I just went to see my primary care physician for routine medication refills. I don’t think I take an overwhelming number of them, but I do have a decent array of cardiac prescriptions. The woman who checked me in was a “medical assistant” (I asked). She massacred nearly every medication name to the point I really wondered what the point was in asking about them; in addition, it just made her seem incompetent.
Perhaps this is a pet peeve only of mine, but it is a big one. If you are working as a medical professional, it is incumbent on you to know your stuff.
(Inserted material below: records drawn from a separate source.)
"""All marginal covariances of an eliminated graph at the cost of about one elimination.

Takahashi's recursion, clique by clique and top-down: with the rows ``R x_F + T x_S = d`` of a
clique and the covariance of its separator already known from its parent,

    G = -R^-1 T,   Sigma_FS = G Sigma_SS,   Sigma_FF = R^-1 R^-T + Sigma_FS G'.

It yields the exact covariance of every variable and of every pair that shares a clique; two
variables that one measurement ties always do.

References
----------
Erisman & Tinney, "On computing certain elements of the inverse of a sparse matrix", Comm. ACM 18
(1975). Kaess & Dellaert, "Covariance recovery from a square root information matrix for data
association", Robotics and Autonomous Systems 57 (2009), eq. 14-15.
"""

from __future__ import annotations

from dataclasses import dataclass
from typing import Any

import numpy as np
from numpy.typing import ArrayLike, NDArray

from jointmap.trust import kernels
from jointmap.trust.clique_tree import CliqueTree
from jointmap.trust.elimination import clique_tree

Floats = NDArray[np.float64]
Ints = NDArray[np.int64]


@dataclass(frozen=True)
class SelectedInverse:
    """Covariance blocks of every variable and of every pair that shares a clique.

    Parameters
    ----------
    tree : CliqueTree
        Structure and square-root factor.
    covariance : (sum,) float
        Panels ``[Sigma_FF Sigma_FS]`` in the layout of ``tree.panel``.
    """

    tree: CliqueTree
    covariance: Floats

    def diagonal(self, keys: ArrayLike) -> Floats:
        """Covariance of variables of one dimension d.

        Parameters
        ----------
        keys : (m,) int

        Returns
        -------
        (m, d, d) in each variable's own tangent.

        Raises
        ------
        KeyError
            A key is not in the tree.
        ValueError
            The keys have different dimensions.
        """
        return self.pairs(keys, keys)

    def pairs(self, i_keys: ArrayLike, j_keys: ArrayLike) -> Floats:
        """Cross-covariance of pairs that share a clique (a measurement ties them).

        Parameters
        ----------
        i_keys, j_keys : (m,) int
            All of ``i_keys`` of one dimension, all of ``j_keys`` of one dimension.

        Returns
        -------
        (m, d_i, d_j)

        Raises
        ------
        KeyError
            A pair shares no clique, or a key is not in the tree.
        ValueError
            The keys of one side have different dimensions.
        """
        first, second = _keys(i_keys), _keys(j_keys)
        tree = self.tree
        out = np.empty((len(first), _dimension(tree, first), _dimension(tree, second)))
        missing = kernels.gather_pairs(
            self.covariance, tree.panel_start, tree.column_start, tree.key_start, tree.keys,
            tree.dims, tree.clique_of, tree.row_of, first, second, out,
        )  # fmt: skip
        if missing >= 0:
            raise KeyError(
                f"variables {first[missing]} and {second[missing]} share no clique; "
                "SquareRootFactor.pairs gives any pair"
            )
        return out

    def row_covariance(
        self, i_keys: ArrayLike, j_keys: ArrayLike, jac_i: Floats, jac_j: Floats
    ) -> Floats:
        """``J Sigma J'`` (n, r, r) of rows that tie two variables of one clique each.

        Unlike a sum of covariance blocks it keeps its digits where the variables are almost one.

        Parameters
        ----------
        i_keys, j_keys : (n,) int
        jac_i, jac_j : (n, r, d), (n, r, e)

        Raises
        ------
        KeyError
            A pair shares no clique.
        """
        first, second, tree = _keys(i_keys), _keys(j_keys), self.tree
        out = np.empty((len(first), jac_i.shape[1], jac_i.shape[1]))
        failed = kernels.row_covariance(
            tree.panel, self.covariance, tree.panel_start, tree.rows, tree.column_start,
            tree.key_start, tree.keys, tree.dims, tree.clique_of, tree.row_of, first, second,
            np.ascontiguousarray(jac_i), np.ascontiguousarray(jac_j), out,
        )  # fmt: skip
        if failed >= 0:
            raise KeyError(f"no clique holds both {first[failed]} and {second[failed]}")
        return out

    def shares_clique(self, i_keys: ArrayLike, j_keys: ArrayLike) -> NDArray[np.bool_]:
        """Which pairs :meth:`pairs` can give."""
        tree = self.tree
        return np.asarray(
            kernels.share_clique(
                tree.key_start, tree.keys, tree.clique_of, _keys(i_keys), _keys(j_keys)
            )
        )


def selected_inverse(bayes_tree: Any, dims: ArrayLike) -> SelectedInverse:
    """Covariance of every variable and of every pair in a common clique.

    Parameters
    ----------
    bayes_tree : gtsam.GaussianBayesTree
        From :func:`jointmap.trust.elimination.eliminate`; keys are integers 0 .. n-1.
    dims : (n,) int
        Tangent dimension of every key.

    Raises
    ------
    SingularSystemError
        The system is numerically singular.
    """
    return selected_inverse_of(clique_tree(bayes_tree, dims))


def selected_inverse_of(tree: CliqueTree) -> SelectedInverse:
    """The same from a tree that is packed already."""
    covariance = kernels.selected_inverse(
        tree.panel, tree.panel_start, tree.rows, tree.column_start, tree.columns, tree.parent,
        tree.n_scalars,
    )  # fmt: skip
    return SelectedInverse(tree, covariance)


def _keys(keys: ArrayLike) -> Ints:
    """Keys as a contiguous integer vector."""
    return np.ascontiguousarray(np.atleast_1d(keys), np.int64)


def _dimension(tree: CliqueTree, keys: Ints) -> int:
    """The common dimension of the keys."""
    if not len(keys):
        return 0
    if keys.min() < 0 or keys.max() >= len(tree.dims):
        raise KeyError(f"keys run from 0 to {len(tree.dims) - 1}")
    dims = tree.dims[keys]
    if np.any(dims != dims[0]):
        raise ValueError("the variables have different dimensions: ask for each kind by itself")
    return int(dims[0])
I realize that being able to say “metoprolol” correctly has, logically, no effect on whether you can prescribe, administer, or verify it, but as the person with the heart condition, I feel nervous when it becomes “mepropropolol” or similar. I hear “Cardiazem” repeatedly, and it makes my teeth ache. Mispronouncing the tools of your trade screams laziness and ignorance.
Perhaps the medical assistant should be let off the hook, although I argue not, because getting a medication list is approximately 50% of her job. Nurses, however, should get no mercy. Patients lose confidence in nurses who mispronounce medication names and names of illnesses and, probably, any word at all. We are professionals and are held, and should be held, to typical professional standards. Would you want your lawyer to constantly mispronounce things? Of course not. The same applies to us.
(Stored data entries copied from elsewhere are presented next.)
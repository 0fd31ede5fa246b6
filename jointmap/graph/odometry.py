"""Odometry of one robot, integrated exactly between any stamps, with its noise and sensitivities.

Notes
-----
Noise is a random walk along the path (:data:`jointmap.graph.problem.ODOMETRY_TERMS`); the shapes
that the terms scale are accumulated by :mod:`jointmap.graph.walk`. Where rows are missing the twist
is unknown: a gap of length G adds the variance ``(v G)^2`` to each axis of translation and
``(w G)^2`` to each of rotation, with v and w the 0.99 quantiles of the robot's own speed and turn
rate while it moves or turns. A keyframe inside a gap divides that variance by time.
"""

from __future__ import annotations

from dataclasses import dataclass

import numpy as np
from numpy.typing import NDArray

from jointmap import frames
from jointmap.graph.intervals import PLANAR, Cumulative, Gaps, cumulative, find_gaps, from_seven
from jointmap.graph.rownoise import RowNoise, stated_noise
from jointmap.graph.walk import GAP, LONGEST, PATH, TURN, walk
from jointmap.ingest.survey import Odometry

Floats = NDArray[np.float64]
Bools = NDArray[np.bool_]

#: Channels of the walk: the five terms of ODOMETRY_TERMS, then gaps.
_TERMS = np.zeros((6, 2, 5))
for _channel, _side, _amount in ((0, 0, 0), (1, 1, 0), (2, 1, 1), (3, 0, 2), (4, 1, 2)):
    _TERMS[_channel, _side, _amount] = 1.0
_TERMS[5, 0, 3] = _TERMS[5, 1, 4] = 1.0


@dataclass(frozen=True)
class OdometryIncrements:
    """What a robot's odometry says between K neighbouring keyframes.

    Parameters
    ----------
    delta : (K-1, *pose shape)
        Pose of the later keyframe in the earlier one.
    basis : (K-1, 5, dof, dof)
        Covariance of ``delta`` (body tangent at the later keyframe) per squared unit of each term
        of ODOMETRY_TERMS.
    row_cov : (K-1, dof, dof)
        Covariance accumulated from what the rows state by themselves; NaN where any row of the
        pair states nothing usable.
    gap_cov : (K-1, dof, dof)
        Covariance to add for the time without rows; zero without gaps.
    path_m, turn_rad, duration_s : (K-1,)
    gap_s : (K-1,)
        Longest time without rows inside the pair.
    gap : (K-1,) bool
        The pair touches an interval longer than the threshold, or time outside the rows.
    n_ignored : int
        Rows whose accumulated covariance could not be used.
    """

    delta: Floats
    basis: Floats
    row_cov: Floats
    gap_cov: Floats
    path_m: Floats
    turn_rad: Floats
    duration_s: Floats
    gap_s: Floats
    gap: Bools
    n_ignored: int


def dead_reckon(
    odometry: Odometry,
    t_rows: Floats,
    t_query: Floats,
    dimension: int,
    translation_scale: float = 1.0,
    rotation_scale: float = 1.0,
) -> Floats:
    """Poses (Q, *shape) of the body in the robot's odometry frame at stamps (Q,) in any order.

    Queries outside the span of the rows are clamped to its ends. Parameters as in
    :func:`cumulative`; make that once and ask it with ``at`` to query large logs repeatedly.
    """
    made = cumulative(odometry, t_rows, dimension, translation_scale, rotation_scale)
    return made.at(t_query)


def moment_covariance(moments: Floats, dimension: int) -> Floats:
    """Covariance (…, dof, dof) in the tangent of the last restart, of moments (…, 11)."""
    m = np.zeros((*moments.shape[:-1], 6, 6))
    wt, wr = moments[..., 0], moments[..., 1]
    spread = np.empty((*moments.shape[:-1], 3, 3))
    for k, (i, j) in enumerate(((0, 0), (0, 1), (0, 2), (1, 1), (1, 2), (2, 2))):
        spread[..., i, j] = spread[..., j, i] = moments[..., 5 + k]
    lever = frames.skew(moments[..., 2:5])
    eye = np.eye(3)
    m[..., :3, :3] = wr[..., None, None] * eye
    m[..., 3:, :3], m[..., :3, 3:] = lever, np.swapaxes(lever, -1, -2)
    trace = np.einsum("...ii->...", spread) + wt
    m[..., 3:, 3:] = trace[..., None, None] * eye - spread
    return m if dimension == 3 else m[..., PLANAR, :][..., PLANAR]


def walk_increments(
    made: Cumulative, stamps: Floats, restart: Bools, gaps: Gaps, per_piece: Floats, noise: RowNoise
) -> tuple[Floats, Floats, Floats, Floats, Floats]:
    """:func:`jointmap.graph.walk.walk` with the arguments in order and C layout."""
    return walk(  # type: ignore[no-any-return]
        made.edges,
        made.tangents,
        np.ascontiguousarray(stamps, dtype=np.float64),
        restart,
        gaps.speed2,
        gaps.hole,
        per_piece,
        noise.kind,
        noise.values,
    )


def increments(
    odometry: Odometry,
    t_rows: Floats,
    t_key: Floats,
    dimension: int,
    translation_scale: float = 1.0,
    rotation_scale: float = 1.0,
    max_gap_s: float | None = None,
) -> OdometryIncrements:
    """Motion and noise shapes between neighbouring keyframes with increasing stamps ``t_key`` (K,).

    Parameters as in :func:`cumulative`; ``max_gap_s`` as in :func:`find_gaps`.
    """
    made = cumulative(odometry, t_rows, dimension, translation_scale, rotation_scale)
    gaps = find_gaps(made, max_gap_s)
    noise = stated_noise(odometry, made.edges, dimension)
    key = np.asarray(t_key, dtype=np.float64)
    all_restart = np.ones(len(key), dtype=bool)
    pose, moments, stated, extra, _ = walk_increments(made, key, all_restart, gaps, _TERMS, noise)
    group = frames.group(dimension)
    delta = from_seven(pose, dimension)[1:]
    back = group.adjoint(group.inverse(delta))
    back_t = np.swapaxes(back, -1, -2)
    shapes = moment_covariance(moments[1:], dimension)
    shapes = back[:, None] @ shapes @ back_t[:, None]
    row_cov = np.full((len(delta), group.dof, group.dof), np.nan)
    if noise.kind:
        total = stated[1:] if dimension == 3 else stated[1:][:, PLANAR, :][..., PLANAR]
        row_cov = back @ total @ back_t
    return OdometryIncrements(
        delta=delta,
        basis=shapes[:, :5],
        row_cov=row_cov,
        gap_cov=shapes[:, 5],
        path_m=extra[1:, PATH],
        turn_rad=extra[1:, TURN],
        duration_s=np.diff(key),
        gap_s=extra[1:, LONGEST],
        gap=extra[1:, GAP] > 0,
        n_ignored=noise.n_ignored,
    )


def increment_jacobians(
    odometry: Odometry,
    t_rows: Floats,
    t_key: Floats,
    dimension: int,
    translation_scale: float = 1.0,
    rotation_scale: float = 1.0,
) -> Floats:
    """Derivative (K-1, dof, 3) of each increment by translation scale, rotation scale and lag.

    Rows are the body tangent at the later keyframe. A larger lag moves ``t_rows`` later while the
    keyframes stay.

    Notes
    -----
    With ``D`` the increment, ``w_a`` and ``w_b`` the twists at both ends:
    ``exp(l w_a) D exp(-l w_b) = D exp(l (Ad(D^-1) w_a - w_b))`` to first order in the lag ``l``.
    The position of D is proportional to the translation scale.
    """
    made = cumulative(odometry, t_rows, dimension, translation_scale, rotation_scale)
    key = np.asarray(t_key, dtype=np.float64)
    none = RowNoise(0, np.zeros((0, 1, 1)), 0)
    quiet = Gaps(np.zeros(len(made.tangents)), np.zeros(2))
    pose, _, _, _, slope = walk_increments(
        made, key, np.ones(len(key), dtype=bool), quiet, np.zeros((0, 2, 5)), none
    )
    group = frames.group(dimension)
    spatial = frames.SE3.from_rows(pose[1:])
    turned = np.swapaxes(spatial[..., :3], -1, -2)
    by = np.zeros((len(spatial), 6, 2))
    by[:, 3:, 0] = np.einsum("nij,nj->ni", turned, spatial[..., 3]) / translation_scale
    by[:, :3, 1] = np.einsum("nij,nj->ni", turned, slope[1:, :3]) / rotation_scale
    by[:, 3:, 1] = np.einsum("nij,nj->ni", turned, slope[1:, 3:]) / rotation_scale
    twist = made.twist(key)
    back = group.adjoint(group.inverse(from_seven(pose, dimension)[1:]))
    lag = np.einsum("nij,nj->ni", back, twist[:-1]) - twist[1:]
    return np.concatenate([by if dimension == 3 else by[:, PLANAR], lag[..., None]], axis=-1)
I am focusing on pronouncing things because it’s on my radar, but the point extends to taking the time to know what you are administering and treating. If your patient tells you he has Morgellons disease and you don’t know what it is, find out. Patients who have rare conditions typically are happy to inform you about them if you ask. It is not ignorant to say, “I’m not familiar with that. Can you fill me in?” It shows that you are dedicated to staying educated. You could also dash off to Google it, which has the benefit of allowing you to look smart to begin with, but I like learning about things like that from the people who live with them. They know way more than Google. Either way, avoid not finding out about it at all.
Extend the idea of being an educated professional to anything you encounter that you don’t know, even things you sort of know. “Oh, I think that’s a new HIV drug” is not exactly confidence-inspiring. Nurses don’t need to be chemistry experts who know exactly how every single drug works down to the cellular level, but a general idea of what drugs are, how they work, and what the most serious side effects may be should be our goal. In addition, please never answer a patient’s medication question with “I don’t know” unless you follow it immediately with “but I will find out before I give it to you.”
Most people know their weak areas (mine is keeping up with all the new HIV and oral diabetes drugs). Focus on those. Learn about the things you know you are a little foggy on. If you, like my medical assistant today, tend to trip over medical terminology, really focus on it. If you have developed the habit of scribbling down patient histories, intending to look up things you don’t know when you have free time, undevelop it.
As with any habit, inertia works both ways with staying educated. If you develop the habit of staying educated as appropriate for your profession, it is easier to continue doing so. However, if you have fallen into the trap of letting this drug name or that tricky term trip you up, it is just as easy to keep ignoring the problem. Develop good habits.